(Stored data entries)
....

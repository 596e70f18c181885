"""The activity mechanism's own prediction, tested: does an activity indicator vary with the period change?

For each indicator series the user gives, :func:`link_indicators` runs the
lagged-correlation test with red-noise surrogates of
:func:`ttvkit.inference.activity_link.activity_link` against the O−C about a
constant period (ΔP/P by default, as Applegate 1992 ties the luminosity
change to the period change).  :func:`indicator_check` turns one result into
a check of every activity hypothesis (a sinusoidal or quasi-periodic
modulation):

* linked (surrogate p < 0.01): **pass** -- the mechanism's prediction is seen;
* not linked (p ≥ 0.05) although the indicator covers at least one
  modulation period: **tension** -- the predicted link is not seen (a
  tension, never an exclusion: the indicator may trace another star, or the
  response may be weak);
* otherwise (0.01 ≤ p < 0.05, or less than a cycle covered): a **note**.

The 0.01 and 0.05 levels are common practice, no source.
"""

from __future__ import annotations

from dataclasses import dataclass

import numpy as np

from ttvkit.constants import YEAR_D
from ttvkit.errors import InputError, located

__all__ = ["IndicatorResult", "link_indicators", "indicator_check", "LINKED_P", "UNLINKED_P"]

#: Surrogate p below which an indicator counts as linked, and above which as not linked.
LINKED_P, UNLINKED_P = 0.01, 0.05


@dataclass(frozen=True)
class IndicatorResult:
    """One indicator series and its activity-link test against this table's O−C."""

    series: object        # IndicatorSeries
    link: object          # ActivityLink
    oc_time: np.ndarray
    oc: np.ndarray
    oc_error: np.ndarray

    def to_dict(self) -> dict:
        """Plain JSON: the indicator's name, unit, file and the link's summary."""
        return {"name": self.series.name, "unit": self.series.unit, "source": self.series.source,
                "n_points": int(np.size(self.series.time)), **self.link.to_dict()}


def link_indicators(table, reference_fit, series, seed: int = 0, n_surrogates: int = 999) -> list:
    """The activity-link test of each indicator series against the constant-period O−C.

    Parameters
    ----------
    table : TimingTable
    reference_fit : FitResult
        The constant-period fit (its residuals are the O−C).
    series : sequence of IndicatorSeries
    seed : int
        Seed of the surrogates (the same seed, the same p-values).
    n_surrogates : int

    Returns
    -------
    list of IndicatorResult
    """
    from ttvkit.inference.activity_link import activity_link

    oc = reference_fit.residuals()
    out = []
    for k, s in enumerate(series):
        try:
            link = activity_link(table.time, oc, table.uncertainty, s.time, s.value, s.error,
                                 n_surrogates=n_surrogates, seed=seed + k)
        except InputError as exc:           # say which indicator series (file) it is
            raise InputError(located(f"activity indicator {s.name!r}: {exc}", s.source)) from None
        out.append(IndicatorResult(s, link, np.asarray(table.time), np.asarray(oc), np.asarray(table.uncertainty)))
    return out


def indicator_check(result: IndicatorResult, fit):
    """The check an indicator's link adds to an activity hypothesis's verdict."""
    from ttvkit.diagnosis.checks import Check

    link, s = result.link, result.series
    period_yr = fit.estimate("modulation_period_yr").value if fit.has("modulation_period_yr") else None
    covered = np.ptp(s.time) / YEAR_D
    lag = f"{link.lag / YEAR_D:+.2g} yr" if abs(link.lag) >= 30 else f"{link.lag:+.0f} d"
    what = (f"'{s.name}' against ΔP/P" if link.target == "period change" else f"'{s.name}' against O−C")
    text = (f"{what}: largest |r| = {link.statistic:.2f} (r = {link.correlation:+.2f} at lag {lag}), "
            f"p = {link.p_value:.3g} from {link.n_surrogates} red-noise surrogates")
    if link.p_value < LINKED_P:
        outcome, text = "pass", text + ": the indicator varies with the period change, as the mechanism predicts"
    elif link.p_value >= UNLINKED_P and period_yr is not None and covered >= period_yr:
        outcome, text = "tension", (text + f": no link over {covered:.2g} yr (≥ one {period_yr:.2g}-yr cycle), "
                                    "though the mechanism predicts one (the indicator may trace the other star, "
                                    "or the response may be weak: a tension, not an exclusion)")
    else:
        outcome = "note"
        text += (": not significant" if link.p_value >= LINKED_P else "") + (
            f"; the indicator covers {covered:.2g} yr, less than one modulation period" if period_yr is not None
            and covered < period_yr else "")
    return Check(f"activity indicator '{s.name}'", float(link.p_value), LINKED_P, "p", outcome, text,
                 decisive=True, probability=float(link.p_value))
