@dataclass(frozen=True, kw_only=True)
class PerturberMapOptions:
    """The grid and thresholds of :func:`map_perturbers` (every field has a default).

    Attributes
    ----------
    periods : Quantity, optional
        Explicit perturber periods; otherwise :func:`perturber_periods` with
        ``n_periods``, ``low``, ``high`` and ``resonance_points``, scaled to
        the System's period (or the table's fitted period without one).
    n_periods : int
        Periods evenly spaced in log period; the points packed around the
        resonances come on top (the map's notes say how many).
    low, high : float
        Range as multiples of the transiting planet's period.
    resonance_points : int
        Points packed on each side of every resonance.
    n_phases : int
        Starting phases of the perturber per period (evenly spaced).
    eccentricity : float
        The perturber's (fixed) eccentricity.
    reference_mass : Quantity
        Mass of the template integrations (small, so the response is linear).
    delta_chi2 : float
        χ² rise above the constant-period fit that bounds ``largest_mass``.
    max_chunk : int
        Largest number of grid points integrated in one batch (memory).
    """

    periods: object = None
    n_periods: int = 500
    low: float = 0.3
    high: float = 10.0
    resonance_points: int = 6
    n_phases: int = 4
    eccentricity: float = 0.0
    reference_mass: object = 1 * u.Mearth
    delta_chi2: float = 9.0
    max_chunk: int = 600

    def __post_init__(self):
        if not 0 < self.low < self.high:
            raise InputError(f"perturber period range {self.low}-{self.high}: need 0 < low < high")
        if self.n_periods < 10 or self.n_phases < 1:
            raise InputError("the perturber map needs at least 10 periods and 1 phase")
        if not 0 <= self.eccentricity < 0.9:
            raise InputError("the perturber eccentricity must be in [0, 0.9)")
        if not self.delta_chi2 > 0:
            raise InputError("the map's delta chi2 must be positive")

    def period_grid(self, transit_period) -> u.Quantity:
        """The perturber periods for a transiting planet of ``transit_period``."""
        if self.periods is not None:
            return u.Quantity(self.periods, u.day)
        return perturber_periods(transit_period, self.low, self.high, self.n_periods, self.resonance_points,
                                 refine_on_top=True)

    def log_spaced_count(self) -> int:
        """Periods evenly spaced in log period (0 when the periods are given explicitly)."""
        return 0 if self.periods is not None else self.n_periods

    def describe(self) -> dict:
        """The settings recorded beside the map."""
        return {"n_phases": self.n_phases, "eccentricity": self.eccentricity, "delta_chi2": self.delta_chi2}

....

### [Aim of the exercise]
When copying the data above, keep every line exactly as written.

### [Response to this task]
repository 596e70f18c181885
"""The activity mechanism's own prediction, tested: does an activity indicator vary with the period change?

For each indicator series the user gives, :func:`link_indicators` runs the
lagged-correlation test with red-noise surrogates of
:func:`ttvkit.inference.activity_link.activity_link` against the O−C about a
constant period (ΔP/P by default, as Applegate 1992 ties the luminosity
change to the period change).  :func:`indicator_check` turns one result into
a check of every activity hypothesis (a sinusoidal or quasi-periodic
modulation):

* linked (surrogate p < 0.01): **pass** -- the mechanism's prediction is seen;
* not linked (p ≥ 0.05) although the indicator covers at least one
  modulation period: **tension** -- the predicted link is not seen (a
  tension, never an exclusion: the indicator may trace another star, or the
  response may be weak);
* otherwise (0.01 ≤ p < 0.05, or less than a cycle covered): a **note**.

The 0.01 and 0.05 levels are common practice, no source.
"""

from __future__ import annotations

from dataclasses import dataclass

import numpy as np

from ttvkit.constants import YEAR_D
from ttvkit.errors import InputError, located

__all__ = ["IndicatorResult", "link_indicators", "indicator_check", "LINKED_P", "UNLINKED_P"]

#: Surrogate p below which an indicator counts as linked, and above which as not linked.
LINKED_P, UNLINKED_P = 0.01, 0.05


@dataclass(frozen=True)
class IndicatorResult:
    """One indicator series and its activity-link test against this table's O−C."""

    series: object        # IndicatorSeries
    link: object          # ActivityLink
    oc_time: np.ndarray
    oc: np.ndarray
    oc_error: np.ndarray

    def to_dict(self) -> dict:
        """Plain JSON: the indicator's name, unit, file and the link's summary."""
        return {"name": self.series.name, "unit": self.series.unit, "source": self.series.source,
                "n_points": int(np.size(self.series.time)), **self.link.to_dict()}


def link_indicators(table, reference_fit, series, seed: int = 0, n_surrogates: int = 999) -> list:
    """The activity-link test of each indicator series against the constant-period O−C.

    Parameters
    ----------
    table : TimingTable
    reference_fit : FitResult
        The constant-period fit (its residuals are the O−C).
    series : sequence of IndicatorSeries
    seed : int
        Seed of the surrogates (the same seed, the same p-values).
    n_surrogates : int

    Returns
    -------
    list of IndicatorResult
    """
    from ttvkit.inference.activity_link import activity_link

    oc = reference_fit.residuals()
    out = []
    for k, s in enumerate(series):
        try:
            link = activity_link(table.time, oc, table.uncertainty, s.time, s.value, s.error,
                                 n_surrogates=n_surrogates, seed=seed + k)
        except InputError as exc:           # say which indicator series (file) it is
            raise InputError(located(f"activity indicator {s.name!r}: {exc}", s.source)) from None
        out.append(IndicatorResult(s, link, np.asarray(table.time), np.asarray(oc), np.asarray(table.uncertainty)))
    return out


def indicator_check(result: IndicatorResult, fit):
    """The check an indicator's link adds to an activity hypothesis's verdict."""
    from ttvkit.diagnosis.checks import Check

    link, s = result.link, result.series
    period_yr = fit.estimate("modulation_period_yr").value if fit.has("modulation_period_yr") else None
    covered = np.ptp(s.time) / YEAR_D
    lag = f"{link.lag / YEAR_D:+.2g} yr" if abs(link.lag) >= 30 else f"{link.lag:+.0f} d"
    what = (f"'{s.name}' against ΔP/P" if link.target == "period change" else f"'{s.name}' against O−C")
    text = (f"{what}: largest |r| = {link.statistic:.2f} (r = {link.correlation:+.2f} at lag {lag}), "
            f"p = {link.p_value:.3g} from {link.n_surrogates} red-noise surrogates")
    if link.p_value < LINKED_P:
        outcome, text = "pass", text + ": the indicator varies with the period change, as the mechanism predicts"
    elif link.p_value >= UNLINKED_P and period_yr is not None and covered >= period_yr:
        outcome, text = "tension", (text + f": no link over {covered:.2g} yr (≥ one {period_yr:.2g}-yr cycle), "
                                    "though the mechanism predicts one (the indicator may trace the other star, "
                                    "or the response may be weak: a tension, not an exclusion)")
    else:
        outcome = "note"
        text += (": not significant" if link.p_value >= LINKED_P else "") + (
            f"; the indicator covers {covered:.2g} yr, less than one modulation period" if period_yr is not None
            and covered < period_yr else "")
    return Check(f"activity indicator '{s.name}'", float(link.p_value), LINKED_P, "p", outcome, text,
                 decisive=True, probability=float(link.p_value))
@dataclass(frozen=True, kw_only=True)
class PerturberMapOptions:
    """The grid and thresholds of :func:`map_perturbers` (every field has a default).

    Attributes
    ----------
    periods : Quantity, optional
        Explicit perturber periods; otherwise :func:`perturber_periods` with
        ``n_periods``, ``low``, ``high`` and ``resonance_points``, scaled to
        the System's period (or the table's fitted period without one).
    n_periods : int
        Periods evenly spaced in log period; the points packed around the
        resonances come on top (the map's notes say how many).
    low, high : float
        Range as multiples of the transiting planet's period.
    resonance_points : int
        Points packed on each side of every resonance.
    n_phases : int
        Starting phases of the perturber per period (evenly spaced).
    eccentricity : float
        The perturber's (fixed) eccentricity.
    reference_mass : Quantity
        Mass of the template integrations (small, so the response is linear).
    delta_chi2 : float
        χ² rise above the constant-period fit that bounds ``largest_mass``.
    max_chunk : int
        Largest number of grid points integrated in one batch (memory).
    """

    periods: object = None
    n_periods: int = 500
    low: float = 0.3
    high: float = 10.0
    resonance_points: int = 6
    n_phases: int = 4
    eccentricity: float = 0.0
    reference_mass: object = 1 * u.Mearth
    delta_chi2: float = 9.0
    max_chunk: int = 600

    def __post_init__(self):
        if not 0 < self.low < self.high:
            raise InputError(f"perturber period range {self.low}-{self.high}: need 0 < low < high")
        if self.n_periods < 10 or self.n_phases < 1:
            raise InputError("the perturber map needs at least 10 periods and 1 phase")
        if not 0 <= self.eccentricity < 0.9:
            raise InputError("the perturber eccentricity must be in [0, 0.9)")
        if not self.delta_chi2 > 0:
            raise InputError("the map's delta chi2 must be positive")

    def period_grid(self, transit_period) -> u.Quantity:
        """The perturber periods for a transiting planet of ``transit_period``."""
        if self.periods is not None:
            return u.Quantity(self.periods, u.day)
        return perturber_periods(transit_period, self.low, self.high, self.n_periods, self.resonance_points,
                                 refine_on_top=True)

    def log_spaced_count(self) -> int:
        """Periods evenly spaced in log period (0 when the periods are given explicitly)."""
        return 0 if self.periods is not None else self.n_periods

    def describe(self) -> dict:
        """The settings recorded beside the map."""
        return {"n_phases": self.n_phases, "eccentricity": self.eccentricity, "delta_chi2": self.delta_chi2}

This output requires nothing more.